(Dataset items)
Content starts
import { eq } from 'drizzle-orm';
import { beforeAll, describe, expect, it } from 'vitest';
import { db } from '../../../src/lib/server/db';
import { plants, sales, stockBatches } from '../../../src/lib/server/db/schema';
import { salesService, stockService } from '../../../src/lib/server/sale-side';
import { POST as postSale } from '../../../src/routes/api/v1/sales/+server';
import { DELETE as deleteSale } from '../../../src/routes/api/v1/sales/[id]/+server';
import { GET as getStock, POST as postStock } from '../../../src/routes/api/v1/stock/+server';
import { waitForMail } from '../../helpers/mail';
import { batchOf, callAs, daysAgo, newClientId, person, refusal, refusedFields, saleCounts, today, type Person } from './helpers';

let owner: Person;
let staff: Person;
let gardener: Person;

beforeAll(async () => {
	[owner, staff, gardener] = await Promise.all([person('owner'), person('staff'), person('gardener')]);
});

const saleBody = (batchId: number, extra: Record<string, unknown> = {}) => ({ batchId, quantity: 1, pricePerPlant: 18.5, clientId: newClientId(), ...extra });

describe('POST /api/v1/stock', () => {
	it('receives a batch and answers it with its id; GET lists it', async () => {
		const res = await callAs(postStock, owner, '/api/v1/stock', { body: { cultivar: 'dwarf-cavendish', count: 12, pottedOn: daysAgo(70) } });
		expect(res.status).toBe(201);
		const { batch } = (await res.json()) as { batch: { id: number; onHand: number; ageWeeks: number; cultivar: { slug: string } } };
		expect(batch).toMatchObject({ onHand: 12, ageWeeks: 10, cultivar: { slug: 'dwarf-cavendish' } });
		const list = await callAs(getStock, staff, '/api/v1/stock?size=100');
		const body = (await list.json()) as { batches: { id: number }[]; total: number };
		expect(body.batches.map((b) => b.id)).toContain(batch.id);
		expect(body.total).toBeGreaterThanOrEqual(1);
	});

	it('is for the owner: staff get 403, gardeners 403, signed out 401, in the API shape', async () => {
		const body = { cultivar: 'dwarf-cavendish', count: 1, pottedOn: daysAgo(70) };
		expect((await callAs(postStock, staff, '/api/v1/stock', { body })).status).toBe(403);
		expect((await callAs(postStock, gardener, '/api/v1/stock', { body })).status).toBe(403);
		const res = await callAs(postStock, null, '/api/v1/stock', { body });
		expect(res.status).toBe(401);
		expect(((await res.json()) as { error: { message: string } }).error.message).toBeTruthy();
		expect((await callAs(getStock, gardener, '/api/v1/stock')).status).toBe(403);
	});

	const bad: [string, Record<string, unknown>, string][] = [
		['an empty cultivar', { cultivar: '', count: 3, pottedOn: daysAgo(7) }, 'cultivar'],
		['an unknown cultivar', { cultivar: 'no-such-banana', count: 3, pottedOn: daysAgo(7) }, 'cultivar'],
		['a cultivar name too long', { cultivar: 'x'.repeat(200), count: 3, pottedOn: daysAgo(7) }, 'cultivar'],
		['a negative count', { cultivar: 'grand-nain', count: -3, pottedOn: daysAgo(7) }, 'count'],
		['a fractional count', { cultivar: 'grand-nain', count: 2.5, pottedOn: daysAgo(7) }, 'count'],
		['a count of text', { cultivar: 'grand-nain', count: 'ten', pottedOn: daysAgo(7) }, 'count'],
		['a potting date in the future', { cultivar: 'grand-nain', count: 3, pottedOn: '2999-01-01' }, 'pottedOn'],
		['a potting date that is no date', { cultivar: 'grand-nain', count: 3, pottedOn: '2026-02-30' }, 'pottedOn'],
		['an unknown market day', { cultivar: 'grand-nain', count: 3, pottedOn: daysAgo(7), location: 999999 }, 'location']
	];
	for (const [what, body, field] of bad) {
		it(`refuses ${what} naming ${field}, writing nothing`, async () => {
			const before = await saleCounts();
			expect(await refusedFields(await callAs(postStock, owner, '/api/v1/stock', { body }))).toContain(field);
			expect(await saleCounts()).toEqual(before);
		});
	}
});

describe('POST /api/v1/sales', () => {
	it('records a sale: one plant row per plant, each with its own claim link, and the stock goes down', async () => {
		const batch = await batchOf(5, owner);
		const res = await callAs(postSale, staff, '/api/v1/sales', { body: saleBody(batch.id, { quantity: 3 }) });
		expect(res.status).toBe(201);
		const body = (await res.json()) as { sale: { id: number; quantity: number; pricePerPlant: number }; plants: { id: number; claimLink: string }[] };
		expect(body.sale).toMatchObject({ quantity: 3, pricePerPlant: 18.5 });
		expect(body.plants).toHaveLength(3);
		const links = new Set(body.plants.map((p) => p.claimLink));
		expect(links.size).toBe(3);
		for (const link of links) expect(link).toMatch(/\/claim\/[a-z2-7]{32}$/);
		const [row] = await db.select().from(stockBatches).where(eq(stockBatches.id, batch.id));
		expect(row.onHand).toBe(2);
		// Only hashes are stored: no stored value equals a code.
		const stored = await db.select().from(plants).where(eq(plants.saleId, body.sale.id));
		for (const p of stored) {
			expect(p.claimCodeHash).toMatch(/^[0-9a-f]{64}$/);
			for (const link of links) expect(link).not.toContain(p.claimCodeHash!);
		}
	});

	it('stores a resent sale once (same client id): 200 with the same sale and links', async () => {
		const batch = await batchOf(4, owner);
		const body = saleBody(batch.id, { quantity: 2 });
		const first = await callAs(postSale, staff, '/api/v1/sales', { body });
		const again = await callAs(postSale, staff, '/api/v1/sales', { body });
		expect(first.status).toBe(201);
		expect(again.status).toBe(200);
		const [a, b] = (await Promise.all([first.json(), again.json()])) as { sale: { id: number }; plants: { claimLink: string }[] }[];
		expect(b.sale.id).toBe(a.sale.id);
		expect(b.plants).toEqual(a.plants);
		expect((await db.select().from(sales).where(eq(sales.clientId, body.clientId))).length).toBe(1);
		expect((await db.select().from(stockBatches).where(eq(stockBatches.id, batch.id)))[0].onHand).toBe(2);
	});

	it('22 sellers of the last plant at once: exactly one sale, the rest 409, and the count is 0', async () => {
		const batch = await batchOf(1, owner);
		const responses = await Promise.all(Array.from({ length: 22 }, () => callAs(postSale, staff, '/api/v1/sales', { body: saleBody(batch.id) })));
		const statuses = responses.map((r) => r.status).sort();
		expect(statuses.filter((s) => s === 201)).toHaveLength(1);
		expect(statuses.filter((s) => s === 409)).toHaveLength(21);
		const refused = responses.find((r) => r.status === 409)!;
		expect(((await refused.json()) as { error: { issues: { path: string[] }[] } }).error.issues[0].path).toEqual(['quantity']);
		const [row] = await db.select().from(stockBatches).where(eq(stockBatches.id, batch.id));
		expect(row.onHand).toBe(0);
		expect((await db.select().from(sales).where(eq(sales.batchId, batch.id))).length).toBe(1);
	});

	it('e-mails the claim links to the buyer right away', async () => {
		const batch = await batchOf(2, owner);
		const buyer = `buyer.${Date.now()}@example.test`;
		const res = await callAs(postSale, staff, '/api/v1/sales', { body: saleBody(batch.id, { buyerEmail: buyer, quantity: 2 }) });
		const body = (await res.json()) as { mailed: boolean; plants: { claimLink: string }[] };
		expect(body.mailed).toBe(true);
		const mail = await waitForMail(buyer, 'claim its care plan');
		for (const p of body.plants) expect(mail.body).toContain(p.claimLink);
	});

	it('refuses gardeners (403) and signed-out callers (401)', async () => {
		const batch = await batchOf(1, owner);
		expect((await callAs(postSale, gardener, '/api/v1/sales', { body: saleBody(batch.id) })).status).toBe(403);
		expect((await callAs(postSale, null, '/api/v1/sales', { body: saleBody(batch.id) })).status).toBe(401);
	});

	const badSales: [string, Record<string, unknown>, string][] = [
		['a negative quantity', { quantity: -1 }, 'quantity'],
		['a fractional quantity', { quantity: 1.5 }, 'quantity'],
		['a zero quantity', { quantity: 0 }, 'quantity'],
		['a quantity above the stall limit', { quantity: 51 }, 'quantity'],
		['a price of text', { pricePerPlant: 'twelve' }, 'pricePerPlant'],
		['a negative price', { pricePerPlant: -2 }, 'pricePerPlant'],
		['a price below the cent', { pricePerPlant: 12.345 }, 'pricePerPlant'],
		['a malformed e-mail', { buyerEmail: 'not an address' }, 'buyerEmail'],
		['an e-mail too long', { buyerEmail: `${'a'.repeat(250)}@example.test` }, 'buyerEmail'],
		['no client id', { clientId: undefined }, 'clientId'],
		['a client id that is no UUID', { clientId: 'abc' }, 'clientId'],
		['no batch', { batchId: undefined }, 'batchId']
	];
	for (const [what, extra, field] of badSales) {
		it(`refuses ${what} naming ${field}, writing nothing`, async () => {
			const batch = await batchOf(3, owner);
			const before = await saleCounts();
			expect(await refusedFields(await callAs(postSale, staff, '/api/v1/sales', { body: saleBody(batch.id, extra) }))).toContain(field);
			expect(await saleCounts()).toEqual(before);
		});
	}

	it('refuses an unknown batch with 404 and more plants than on hand with 409, writing nothing', async () => {
		const batch = await batchOf(2, owner);
		const before = await saleCounts();
		expect(await refusedFields(await callAs(postSale, staff, '/api/v1/sales', { body: saleBody(99999999) }), 404)).toEqual(['batchId']);
		expect(await refusedFields(await callAs(postSale, staff, '/api/v1/sales', { body: saleBody(batch.id, { quantity: 3 }) }), 409)).toEqual(['quantity']);
		expect(await saleCounts()).toEqual(before);
	});

	it('refuses a body that is not JSON', async () => {
		const url = new URL('/api/v1/sales', 'http://bunchline.test');
		const request = new Request(url, { method: 'POST', headers: { 'content-type': 'application/x-www-form-urlencoded' }, body: 'batchId=1' });
		const res = await postSale({ request, url, params: {}, locals: { user: staff, session: null } } as never);
		expect(res.status).toBe(400);
	});
});

describe('DELETE /api/v1/sales/[id] (undo)', () => {
	it('returns the stock and removes the plants; a second undo is 410', async () => {
		const batch = await batchOf(3, owner);
		const { sale } = await salesService.record(saleBody(batch.id, { quantity: 2 }) as never, staff.id, today());
		const res = await callAs(deleteSale, staff, `/api/v1/sales/${sale.id}`, { method: 'DELETE', params: { id: String(sale.id) } });
		expect(res.status).toBe(200);
		expect(((await res.json()) as { sale: { undone: boolean } }).sale.undone).toBe(true);
		expect((await db.select().from(stockBatches).where(eq(stockBatches.id, batch.id)))[0].onHand).toBe(3);
		expect(await db.select().from(plants).where(eq(plants.saleId, sale.id))).toHaveLength(0);
		expect((await salesService.day(today())).sales.map((s) => s.id)).not.toContain(sale.id);
		const again = await callAs(deleteSale, staff, `/api/v1/sales/${sale.id}`, { method: 'DELETE', params: { id: String(sale.id) } });
		expect(await refusedFields(again, 410)).toEqual(['saleId']);
	});

	it('refuses after the undo window (409), an unknown sale (404) and a malformed id (400)', async () => {
		const batch = await batchOf(1, owner);
		const { sale } = await salesService.record(saleBody(batch.id) as never, staff.id, today());
		const later = new Date(Date.now() + 11 * 60 * 1000);
		expect((await refusal(salesService.undo(sale.id, staff.id, later))).status).toBe(409);
		expect((await db.select().from(stockBatches).where(eq(stockBatches.id, batch.id)))[0].onHand).toBe(0);
		expect(await refusedFields(await callAs(deleteSale, staff, '/api/v1/sales/99999999', { method: 'DELETE', params: { id: '99999999' } }), 404)).toEqual(['saleId']);
		expect(await refusedFields(await callAs(deleteSale, staff, '/api/v1/sales/abc', { method: 'DELETE', params: { id: 'abc' } }))).toEqual(['saleId']);
		expect((await callAs(deleteSale, gardener, `/api/v1/sales/${sale.id}`, { method: 'DELETE', params: { id: String(sale.id) } })).status).toBe(403);
	});
});

describe('stock on the page', () => {
	it('moves plants to a market day and back, never below zero, and reports the day', async () => {
		// A potting day of its own, so the plants coming back join this batch and no other.
		const batch = await stockService.receive({ cultivar: 'williams', count: 10, pottedOn: daysAgo(123), location: undefined }, owner.id, today());
		const day = await stockService.addMarketDay({ on: today(), place: `Test quay ${Date.now()}` });
		await stockService.move({ batchId: batch.id, count: 6, to: day.id }, staff.id);
		expect((await refusal(stockService.move({ batchId: batch.id, count: 5, to: day.id }, staff.id))).status).toBe(409);
		const { batches } = await stockService.sellableToday(today());
		const loaded = batches.find((b) => b.location?.marketDayId === day.id)!;
		expect(loaded.onHand).toBe(6);
		// Loaded batches come first on the stall.
		expect(batches[0].location).not.toBeNull();
		await salesService.record(saleBody(loaded.id, { quantity: 2 }) as never, staff.id, today());
		await stockService.move({ batchId: loaded.id, count: 4, to: null }, staff.id);
		const report = await stockService.dayReport(day.id, today());
		expect(report.rows[0]).toMatchObject({ loaded: 6, sold: 2, returned: 4, onHand: 0 });
		expect((await db.select().from(stockBatches).where(eq(stockBatches.id, batch.id)))[0].onHand).toBe(8);
	});

	it('adjusts with a reason and refuses going below zero', async () => {
		const batch = await batchOf(2, owner);
		expect((await stockService.adjust({ batchId: batch.id, change: -1, reason: 'broken stem' }, staff.id, today())).onHand).toBe(1);
		const before = await saleCounts();
		expect((await refusal(stockService.adjust({ batchId: batch.id, change: -2, reason: 'miscount' }, staff.id, today()))).field).toBe('change');
		expect(await saleCounts()).toEqual(before);
	});
});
Content ends
§ **Work to be completed**
Both end lines included, restate word for word the lines above from the line with "callAs(getStock, gardener, '/api/v1/stock')).status).toBe(403);" to the line with "const batch = await batchOf(5, owner);", and nothing else.

§ **Reply**
		expect((await callAs(getStock, gardener, '/api/v1/stock')).status).toBe(403);
	});

	const bad: [string, Record<string, unknown>, string][] = [
		['an empty cultivar', { cultivar: '', count: 3, pottedOn: daysAgo(7) }, 'cultivar'],
		['an unknown cultivar', { cultivar: 'no-such-banana', count: 3, pottedOn: daysAgo(7) }, 'cultivar'],
		['a cultivar name too long', { cultivar: 'x'.repeat(200), count: 3, pottedOn: daysAgo(7) }, 'cultivar'],
		['a negative count', { cultivar: 'grand-nain', count: -3, pottedOn: daysAgo(7) }, 'count'],
		['a fractional count', { cultivar: 'grand-nain', count: 2.5, pottedOn: daysAgo(7) }, 'count'],
		['a count of text', { cultivar: 'grand-nain', count: 'ten', pottedOn: daysAgo(7) }, 'count'],
		['a potting date in the future', { cultivar: 'grand-nain', count: 3, pottedOn: '2999-01-01' }, 'pottedOn'],
		['a potting date that is no date', { cultivar: 'grand-nain', count: 3, pottedOn: '2026-02-30' }, 'pottedOn'],
		['an unknown market day', { cultivar: 'grand-nain', count: 3, pottedOn: daysAgo(7), location: 999999 }, 'location']
	];
	for (const [what, body, field] of bad) {
		it(`refuses ${what} naming ${field}, writing nothing`, async () => {
			const before = await saleCounts();
			expect(await refusedFields(await callAs(postStock, owner, '/api/v1/stock', { body }))).toContain(field);
			expect(await saleCounts()).toEqual(before);
		});
	}
});

describe('POST /api/v1/sales', () => {
	it('records a sale: one plant row per plant, each with its own claim link, and the stock goes down', async () => {
		const batch = await batchOf(5, owner);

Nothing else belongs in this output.